- Born: William Moore Hadley March 21, 1917 Summerdale, Alabama, U.S.
- Died: June 29, 1992 (aged 75) Magnolia Springs, Alabama, U.S.
- Education: University of Alabama
- Occupations: Teacher; principal; superintendent;

= William M. Hadley =

William Moore Hadley (March 21, 1917 – June 29, 1992) was an American educator and school superintendent in active Alabama, Texas and Illinois.

==Early life and education==
Hadley, the youngest child of Joseph William Hadley and Pauline Elizabeth Simmons Hadley, was born in Summerdale, Alabama, on March 21, 1917. He earned a teaching credential at Daphne State Normal School in Baldwin County, Alabama. He earned a bachelor's degree and a master's degree from the University of Alabama. He completed doctoral studies at Teachers College, Columbia University in 1951.

== Career ==
Hadley began his teaching career in Baldwin County. In 1942, he joined the Merchant Marines and served until the end of World War II. At the end of the war, he resumed his teaching career. In 1949, he accepted a position as State Supervisor of Education based in Montgomery, Alabama, in 1949. He taught at Teachers College, Columbia University while he was a doctoral student there.

In 1951 he accepted an associate professorship at the University of Texas at Austin. In the 1950s he was superintendent of schools in Alice, Texas, and Midland, Texas. He was elected president of the Gulf Coast Administrators Association while he was working in Texas.
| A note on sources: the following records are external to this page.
//! Reading VCF text: the header through noodles' header parser, one line at a time so that
//! an error names its line, then records one by one, each column checked by its own small
//! function ([`chrom`], [`position`], [`reference`], [`alternates`], [`passes`],
//! [`ancestral_allele`], [`genotype_key`], [`call`]).
//!
//! **Cost.** A record is read as bytes and walked once: the tab positions are found with
//! `memchr`, and each sample column is visited once, in order, whatever the number of
//! samples; only the `GT` of mapped samples is parsed (`0|1`, `0/1`, `1` and `.` by a fast
//! path, anything else by [`genotype`]). Nothing is allocated per record once the buffers
//! have grown to the longest line.

use super::record::{Ancestral, Call, SiteRecord};
use noodles::vcf;
use std::io::{self, BufRead};

/// What is wrong with the header.
#[derive(Debug, thiserror::Error)]
#[non_exhaustive]
pub enum HeaderError {
    /// noodles refused a header line.
    #[error(
        "invalid VCF header line; expected `##fileformat=VCFv4.x` first, then `##key=value` lines and the `#CHROM` line"
    )]
    Parse(#[source] Box<vcf::header::ParseError>),
    /// The file ended before the `#CHROM` line.
    #[error("no `#CHROM\tPOS\tID\tREF\tALT\tQUAL\tFILTER\tINFO[\tFORMAT\tsample...]` line before the first record")]
    MissingColumnsLine,
    /// Reading failed (including broken compression and invalid UTF-8).
    #[error("cannot read the header")]
    Io(#[source] io::Error),
}

/// What is wrong with one column of a record.
#[derive(Debug, Clone, PartialEq, Eq, thiserror::Error)]
#[non_exhaustive]
pub enum FieldError {
    /// A line with the wrong number of tab-separated columns.
    #[error("{got} tab-separated columns, but the header line has {expected}")]
    ColumnCount {
        /// Columns of the `#CHROM` line.
        expected: usize,
        /// Columns on this line.
        got: usize,
    },
    /// An empty column.
    #[error("empty value; use `.` for a missing value")]
    Empty,
    /// Text that is not UTF-8.
    #[error("not UTF-8 text")]
    Utf8,
    /// POS not a positive integer.
    #[error("`{value}` is not a position; allowed: a whole number >= 0")]
    Position {
        /// The text found.
        value: String,
    },
    /// REF not a sequence of bases.
    #[error("`{value}` is not a reference allele; allowed: one or more of A, C, G, T, N")]
    Reference {
        /// The text found.
        value: String,
    },
    /// FORMAT without a GT key.
    #[error("`{value}` has no GT key; GT must be present (first) to read genotypes")]
    NoGenotype {
        /// The text found.
        value: String,
    },
    /// A GT that does not parse.
    #[error(
        "`{value}` is not a genotype; allowed: allele indices or `.` separated by `/` or `|`, e.g. 0/1, 1|0, 0, ./."
    )]
    Genotype {
        /// The text found.
        value: String,
    },
    /// A GT allele index beyond the alleles of the record.
    #[error("`{value}` names allele {allele}, but this record has {alleles} allele(s); allowed indices 0..={max} or `.`", max = alleles - 1)]
    AlleleOutOfRange {
        /// The GT text.
        value: String,
        /// The offending index.
        allele: u32,
        /// REF + ALT alleles of the record.
        alleles: usize,
    },
    /// A GT with a ploidy other than the sample's.
    #[error("`{value}` has {got} allele(s), but this sample's ploidy is {ploidy}{origin}")]
    Ploidy {
        /// The GT text.
        value: String,
        /// Alleles in this GT.
        got: usize,
        /// The sample's ploidy.
        ploidy: u8,
        /// Where the ploidy came from.
        origin: &'static str,
    },
    /// A GT with more than two alleles.
    #[error("`{value}` has {got} alleles; only haploid and diploid genotypes are supported")]
    UnsupportedPloidy {
        /// The GT text.
        value: String,
        /// Alleles in this GT.
        got: usize,
    },
}
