//! The approximate recombination engine: the continuous-time ancestral recombination graph
//! (Hudson 1983) under the limits of [`crate::engine::approx`], with crossovers only at reproduction,
//! and, at large rho, its sequentially Markov approximation SMC' ([`ArgModel`], [`arg_model`];
//! Hudson's process makes O(rho²) events). User-level account: docs/approx-arg.md.
//!
//! Where [`crate::engine::approx::choose`] finds a coalescent limit, the exact ARG engine
//! ([`crate::engine::arg`]) walks O(N × rho) generations per replicate; this engine simulates the
//! limit process event by event, at a cost that does not depend on N and grows roughly
//! linearly with rho. It keeps the exact engine's bookkeeping: every lineage carries a sorted
//! list of site intervals with the local-tree node it sits above, where the material of two
//! lineages overlaps a coalescence makes a new node, and an interval ancestral to all n samples
//! has found its most recent common ancestor and is dropped. Rates per generation, lineages of
//! deme d (see [`crate::engine::approx`] for coalescence and migration):
//!
//! ```text
//! Kingman deme (KKL), links at rate 1/E[R]:
//!   pair coalescence      1 / (N(t) E[R]² / d)
//!   reproduction with at least one crossover over the G gaps of the lineage's span
//!                         (1/E[R]) (1 - e^{-r G})
//! seed-bank deme (BGKW 2016), active lineages only:
//!   pair coalescence      1 / N(t)
//!   short reproduction with a crossover   (1 - σ) (1 - e^{-r G}),   σ = w (g - 1)/g
//!   long dormancy         σ; its reproduction (and crossovers) happen when it wakes (rate 1/g)
//! ```
//!
//! **Scaled rho (derived).** A lineage reproduces once per look-back, at rate 1/E\[R] per
//! generation (renewal theorem), and each reproduction puts Poisson(r) crossovers in every gap,
//! so per generation a lineage recombines at rate r/E\[R] per gap. Coalescence runs on the KKL
//! clock of N E\[R]²/d generations. On that clock the population-scaled recombination rate of
//! the L - 1 gaps is
//! ```text
//! rho = 2 (N E[R]²/d) (r/E[R]) (L - 1) = 2 N r (L - 1) E[R] / d
//! ```
//! (per lineage rho/2 per coalescent unit, as Hudson's 4 N_e r for diploids): dormancy slows
//! coalescence by E\[R]² but recombination only by E\[R], so a seed bank raises rho by E\[R]/d
//! over 2 N r (L - 1). In a seed-bank-coalescent deme active lineages link once per generation,
//! so rho = 2 N r (L - 1) per N generations of active time; dormant lineages do not recombine.
//!
//! **Crossovers at reproduction.** A reproduction draws its crossovers exactly as the exact
//! engine does: Poisson(r) per gap over the gaps of the lineage's span (and the gap right of
//! it, counted in [`ArgRecords::tree_crossovers`]), sites switching parent where a gap has an
//! odd number; several crossovers in one reproduction (r G of order 0.1 on a chromosome) keep
//! their flanks together, unlike Hudson's one breakpoint per event. Events are drawn at the
//! linear rate λ r G from a Fenwick tree of the integer G and thinned with probability
//! (λ_d/λ_max) (1 - e^{-rG})/(rG), which is exact (Lewis & Shedler 1979, thinning of a Poisson
//! process, from memory); the first crossover then has the exponential law truncated to G.
//! The second parent of a reproduction draws its own deme, as in the exact engine.
//!
//! **Output.** [`ArgRecords`]: nodes and the edges and roots of the local trees, each over the
//! sites where it holds, with node times and edge jumps rounded as [`crate::engine::approx`] rounds
//! them (every parent at least one generation above each child; jumps = round(expected
//! links) in \[1, length]). [`ArgRecords::into_arg`] cuts them into the exact engine's
//! [`crate::engine::arg::Arg`]; [`ArgRecords::for_each_tree`] streams the local trees one at a time
//! (memory O(records), not O(trees × n)), which the batch code uses.
//!
//! Sources: Hudson (1983) *Theor. Popul. Biol.* 23:183 (coalescent with recombination,
//! citation from memory); Kaj, Krone & Lascoux (2001) *J. Appl. Probab.* 38:285 (theory
//! reference §3); Blath et al. (2016) *Ann. Appl. Probab.* 26:857 (theory reference §5).
//!
//! ```
//! use seedline::engine::approx::ApproxModel;
//! use seedline::engine::arg::ArgConfig;
//! use seedline::engine::approx_arg::ApproxArgSimulator;
//! use seedline::{batch, scenario::Scenario};
//! let yaml = "demes: [{name: pond, size: 100000, dormancy: {law: geometric, mean: 3}}]\n\
//!             samples: [{deme: pond, count: 6}]\n";
//! let scenario = Scenario::from_yaml_str(yaml, "inline").unwrap();
//! let model = ApproxModel::new(&scenario).unwrap();
//! // rho = 2 N r (L - 1) E[R] = 2 * 1e5 * 1e-8 * 9999 * 3 ~ 60.
//! let config = ArgConfig::new(10_000, 1e-8).unwrap();
//! let mut rng = batch::replicate_rng(&batch::master_key(1), 0);
//! let records = ApproxArgSimulator::new().simulate(&model, &config, &mut rng);
//! let arg = records.into_arg();
//! assert!(arg.trees().len() > 1);
//! assert!(arg.trees().iter().all(|t| t.genealogy().is_tree()));
//! ```

mod fenwick;
mod records;
mod smc;
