// --- The table for hovers and completion.

#[test]
fn table_covers_language_md() {
    // Every unit of language.md §3's table is an entry (prefixed forms come from `g`, etc.).
    let symbols: Vec<&str> = units().iter().map(|u| u.symbol).collect();
    for s in [
        "g", "t", "lbm", "slug", "oz", "m", "cm", "in", "ft", "s", "min", "h", "N", "kgf", "lbf",
        "kip", "rad", "deg", "rev", "cycle", "Hz", "rpm", "cpm", "J", "W", "gn",
    ] {
        assert!(symbols.contains(&s), "{s} missing");
    }
    let prefixable: Vec<&str> = units()
        .iter()
        .filter(|u| u.prefixable)
        .map(|u| u.symbol)
        .collect();
    assert_eq!(prefixable, ["g", "m", "s", "N", "rad", "Hz", "J", "W"]);
    let lbf: &UnitInfo = units().iter().find(|u| u.symbol == "lbf").expect("lbf");
    assert_eq!(lbf.meaning, "pound-force");
    assert!(lbf.source.contains("NIST SP 811"));
}

#[test]
fn describe_atoms_for_hovers() {
    let kn = describe_atom("kN").expect("kN");
    assert_eq!(kn.meaning, "kilonewton");
    assert_eq!(kn.factor, 1e3);
    assert_eq!(kn.dim, Dim::FORCE);
    assert_eq!(kn.prefix.map(|p| p.name), Some("kilo"));
    assert_eq!(kn.base.symbol, "N");
    assert_eq!(
        describe_atom("kg").map(|a| a.meaning).as_deref(),
        Some("kilogram")
    );
    assert_eq!(
        describe_atom("\u{03BC}m").map(|a| a.meaning).as_deref(),
        Some("micrometre")
    );
    let lbf = describe_atom("lbf").expect("lbf");
    assert_eq!(lbf.meaning, "pound-force");
    assert!(lbf.prefix.is_none());
    assert!(lbf.source.contains("NIST SP 811"));
    assert_eq!(describe_atom("min").map(|a| a.factor), Some(60.0));
    assert_eq!(describe_atom("lb"), None);
    assert_eq!(describe_atom("kft"), None);
}
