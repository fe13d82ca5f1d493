"""A loaded configuration: its parsed sections, its tasks and its fingerprint."""

from __future__ import annotations

from dataclasses import dataclass, field
from pathlib import Path
from typing import Any

from qmc.config.fingerprint import fingerprint, physics_fingerprint
from qmc.config.schema import (
    GroundState,
    LatticeSpec,
    ModelSection,
    RunSection,
    Sampling,
    ScanEntry,
    TermSpec,
)
from qmc.config.tasks import Task, expand_tasks

__all__ = ["RunConfig", "config_fingerprint"]


@dataclass(eq=False)
class RunConfig:
    """A loaded configuration: parsed sections (``model`` is [model]), the raw ``text`` and ``data``, the file
    ``path``, the resolved absolute ``output_dir`` and ``[ground_state]`` (None without it)."""

    path: Path
    text: str
    data: dict[str, Any]
    run: RunSection
    lattice: LatticeSpec
    terms: tuple[TermSpec, ...]
    scan: tuple[ScanEntry, ...]
    sampling: Sampling
    output_dir: Path
    model: ModelSection = field(default_factory=ModelSection)
    ground_state: GroundState | None = None
    _tasks: tuple[Task, ...] | None = field(default=None, repr=False)

    @property
    def name(self) -> str:
        return self.run.name

    @property
    def seed(self) -> int:
        return self.run.seed

    def where(self, key: str = "") -> str:
        """``"<file>: <key>"`` for messages."""
        return f"{self.path}: {key}" if key else str(self.path)

    def tasks(self) -> list[Task]:
        """All tasks: cartesian product of the scan entries in file order (first slowest), copies inner."""
        if self._tasks is None:
            self._tasks = tuple(expand_tasks(str(self.path), self.run, self.lattice, self.terms, self.scan,
                                             self.sampling, self.model, self.ground_state))
        return list(self._tasks)

    def fingerprint(self) -> str:
        """See :func:`qmc.config.fingerprint.fingerprint`."""
        return fingerprint(self.run, self.lattice, self.terms, self.scan, self.sampling, self.model,
                           self.ground_state)

    def physics_fingerprint(self) -> str:
        """See :func:`qmc.config.fingerprint.physics_fingerprint`."""
        return physics_fingerprint(self.run, self.lattice, self.terms, self.model)


def config_fingerprint(config: RunConfig) -> str:
    """The fingerprint of ``config`` (:meth:`RunConfig.fingerprint`)."""
    return config.fingerprint()
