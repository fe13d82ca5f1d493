"""Run configuration: read a TOML file, check it, and return a :class:`RunConfig` (the entry point).

The schema is in :mod:`qmc.config.schema`; sections are parsed by :mod:`qmc.config.sections` and
:mod:`qmc.config.scan`, the scan is expanded into tasks by :mod:`qmc.config.tasks`, models are built by
:mod:`qmc.config.build`.  Every problem raises :class:`~qmc.errors.UserError` with
``where = "<file>: <key>"``, e.g. ``"configs/x.toml: terms[1].coupling"`` (``[[terms]]`` blocks are
numbered from 0 in order of appearance).  This module also offers the names callers need together:
``load_config``, ``RunConfig``, ``Task``, ``build_model``, ``validate``, ``config_fingerprint``.
"""

from __future__ import annotations

import os
import re
import tomllib
from pathlib import Path

from qmc.config.build import build_model, distinct_models, measures_with_loops, validate
from qmc.config.reader import TableReader
from qmc.config.run_config import RunConfig, config_fingerprint
from qmc.config.scan import check_names, parse_scan
from qmc.config.schema import HOME, SECTIONS
from qmc.config.sections import (
    parse_ground_state,
    parse_lattice,
    parse_model,
    parse_run,
    parse_sampling,
    parse_terms,
)
from qmc.config.tasks import Task
from qmc.config.walls import parse_domain_wall
from qmc.errors import UserError, did_you_mean

__all__ = ["RunConfig", "Task", "load_config", "build_model", "distinct_models", "validate",
           "measures_with_loops", "config_fingerprint"]


def load_config(path: str | os.PathLike) -> RunConfig:
    """Read, check and expand a configuration file; raises UserError naming file, key and problem."""
    path = Path(path)
    try:
        raw = path.read_bytes()
    except FileNotFoundError:
        raise UserError("configuration file not found", str(path)) from None
    except OSError as exc:
        raise UserError(f"cannot read the configuration file: {exc.strerror or exc}", str(path)) from None
    try:
        text = raw.decode("utf-8")
    except UnicodeDecodeError as exc:
        raise UserError(f"the file is not UTF-8 text (byte {exc.start})", str(path)) from None
    try:
        data = tomllib.loads(text)
    except tomllib.TOMLDecodeError as exc:
        raise _syntax_error(path, text, exc) from None
    config = _parse(TableReader(path, text, data))
    config.tasks()  # evaluates every expression for every task: all per-task errors surface here
    return config


def _parse(r: TableReader) -> RunConfig:
    for k in r.data:
        if k not in SECTIONS:
            hint = did_you_mean(k, SECTIONS)
            if not hint and k in HOME:
                hint = f" ('{k}' belongs in {HOME[k]})"
            raise r.fail(k, f"unknown section or top-level key '{k}'{hint}; the sections are "
                            "[run], [model], [lattice], [[terms]], [scan], [sampling], [exchange], "
                            "[ground_state] and [domain_wall]")
    run = parse_run(r)
    model = parse_model(r)
    lattice = parse_lattice(r)
    terms = parse_terms(r)
    ground_state = parse_ground_state(r)
    scan = parse_scan(r, ground_state is not None)
    sampling = parse_sampling(r)
    if ground_state is not None and sampling.exchange is not None:
        raise r.fail("ground_state", "[ground_state] and [exchange] cannot be combined: replica exchange "
                                     "runs its ladder at one fixed beta; remove one of the two sections")
    check_names(r, lattice, terms, scan, sampling, model)
    domain_wall = parse_domain_wall(r, lattice, sampling, terms)
    output_dir = Path(os.path.abspath(r.path.parent / Path(run.output).expanduser()))
    if output_dir.exists() and not output_dir.is_dir():
        raise r.fail("run.output", f"{output_dir} exists and is not a directory; choose another output")
    return RunConfig(path=r.path, text=r.text, data=r.data, run=run, lattice=lattice, terms=terms, scan=scan,
                     sampling=sampling, output_dir=output_dir, model=model, ground_state=ground_state,
                     domain_wall=domain_wall)


def _syntax_error(path: Path, text: str, exc: tomllib.TOMLDecodeError) -> UserError:
    msg = str(exc)
    m = re.search(r"\s*\(at line (\d+), column (\d+)\)\s*$", msg)
    lines = text.split("\n")
    if m:
        line, col = int(m.group(1)), int(m.group(2))
        msg = msg[: m.start()]
    else:
        msg = re.sub(r"\s*\(at end of document\)\s*$", "", msg) + " at the end of the file"
        line, col = len(lines), len(lines[-1]) + 1
    snippet = lines[line - 1].strip() if 0 < line <= len(lines) else ""
    shown = f" (the line reads: {snippet[:80]})" if snippet else ""
    return UserError(f"invalid TOML: {msg}{shown}", f"{path}: line {line}, column {col}")
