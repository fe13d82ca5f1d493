"""Run configuration: read and check a TOML file, expand its parameter scan into tasks, build the models.

Schema (sections and keys; ``*`` marks required ones)::

    [run]       name = "text" (default: file stem), output = "runs/x" (run directory, relative to the
                config file; default "runs/<file stem>"), seed* = master seed (integer >= 0),
                description = "text"
    [lattice]   kind* = chain | square | bilayer | honeycomb | cubic, size* = [numbers or scan names]
                (one entry per direction, or a single value for all), boundary = periodic | open
                or: kind* = "explicit", sites* = N, bonds = [[i, j], ...], classes = {name = [[i, j], ...]}
                (at least one of bonds/classes; with both, the classes split the bond list exactly)
    [[terms]]   type* = "heisenberg": bonds* = bond class, coupling* = J   (adds +J S_i.S_j per bond)
                type* = "projector-product": shape* = "plaquette-pair" | "column-of-three" |
                [[[dx, dy], [dx, dy]], ...], coupling* = Q, symmetrize = bool
                (adds -Q prod (1/4 - S_i.S_j) over the bonds of the shape); both take name = "text"
    [scan]      NAME = number | [numbers] | {start, stop, num} (num values, both ends included) |
                "expression of other scan names" (e.g. beta = "2*L");  beta* is required
    [sampling]  warmup_steps*, measure_steps*, bins* (>= 2, divides measure_steps), replicas = 1,
                checkpoint_seconds = 300, exchange = scan name of a coupling for replica exchange,
                exchange_every = 10 (Monte Carlo steps between swap attempts; only with exchange),
                exchange_ranks = at most this many MPI ranks per ladder (default: as many as help)

Numbers in ``size`` and ``coupling`` may be scan names or products such as ``"2*L"`` (see
:mod:`qmc.config.expressions`).  Every combination of the scanned values (cartesian product in file order,
first entry slowest) times ``replicas`` is one :class:`Task`.  Every problem raises
:class:`~qmc.errors.UserError` with ``where = "<file>: <key>"``, e.g. ``"configs/x.toml: terms[1].coupling"``
(``[[terms]]`` blocks are numbered from 0 in order of appearance).
"""

from __future__ import annotations

import hashlib
import itertools
import json
import math
import os
import re
import tomllib
from dataclasses import dataclass, field
from pathlib import Path
from typing import Any

import qmc.models as models
from qmc.config.expressions import Expression, Number, format_number, parse_expression
from qmc.errors import UserError, describe_value, did_you_mean
from qmc.models import BOUNDARIES, LATTICE_KINDS, CompiledModel, ModelError

__all__ = [
    "LATTICE_KINDS", "BOUNDARIES", "TERM_TYPES", "SHAPES",
    "RunSection", "LatticeSpec", "TermSpec", "ScanEntry", "Sampling", "Task", "RunConfig",
    "load_config", "build_model", "validate", "config_fingerprint",
]

# LATTICE_KINDS (kind -> number of size entries) and BOUNDARIES come from the models package
TERM_TYPES = ("heisenberg", "projector-product")
SHAPES = tuple(models.SHAPES)  # named shapes of projector-product terms
_EXPLICIT = "explicit"
_NEED_EVEN = ("chain", "square", "bilayer", "cubic")  # bipartite with periodic boundaries only for even L
_SECTIONS = ("run", "lattice", "terms", "scan", "sampling")
_MAX_TASKS = 100_000
_NAME_RE = re.compile(r"[A-Za-z][A-Za-z0-9_]*\Z")
_TERM_NAME_RE = re.compile(r"[A-Za-z0-9][A-Za-z0-9_.\-]*\Z")
_RESERVED = ("replica",)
The University of Alabama offered William the opportunity to make a study of the professional teaching personnel in Jefferson County, Alabama (including the city of Birmingham). His last professional post was as superintendent of schools in Glen Ellyn, Illinois, from 1956 until he retired in 1974. He was honored at his retirement by having an annual scholarship given in his name by the Glen Ellyn schools, and an experimental middle school named in his honor, William M. Hadley School, located in Glen Ellyn.

== Personal life ==
Hadley married fellow educator Wilma (Polly) Funchess of Mobile, Alabama. The Hadleys had three children. They moved to their retirement home in Magnolia Springs, Alabama, on July 1, 1974, where he lived until his death on June 29, 1992.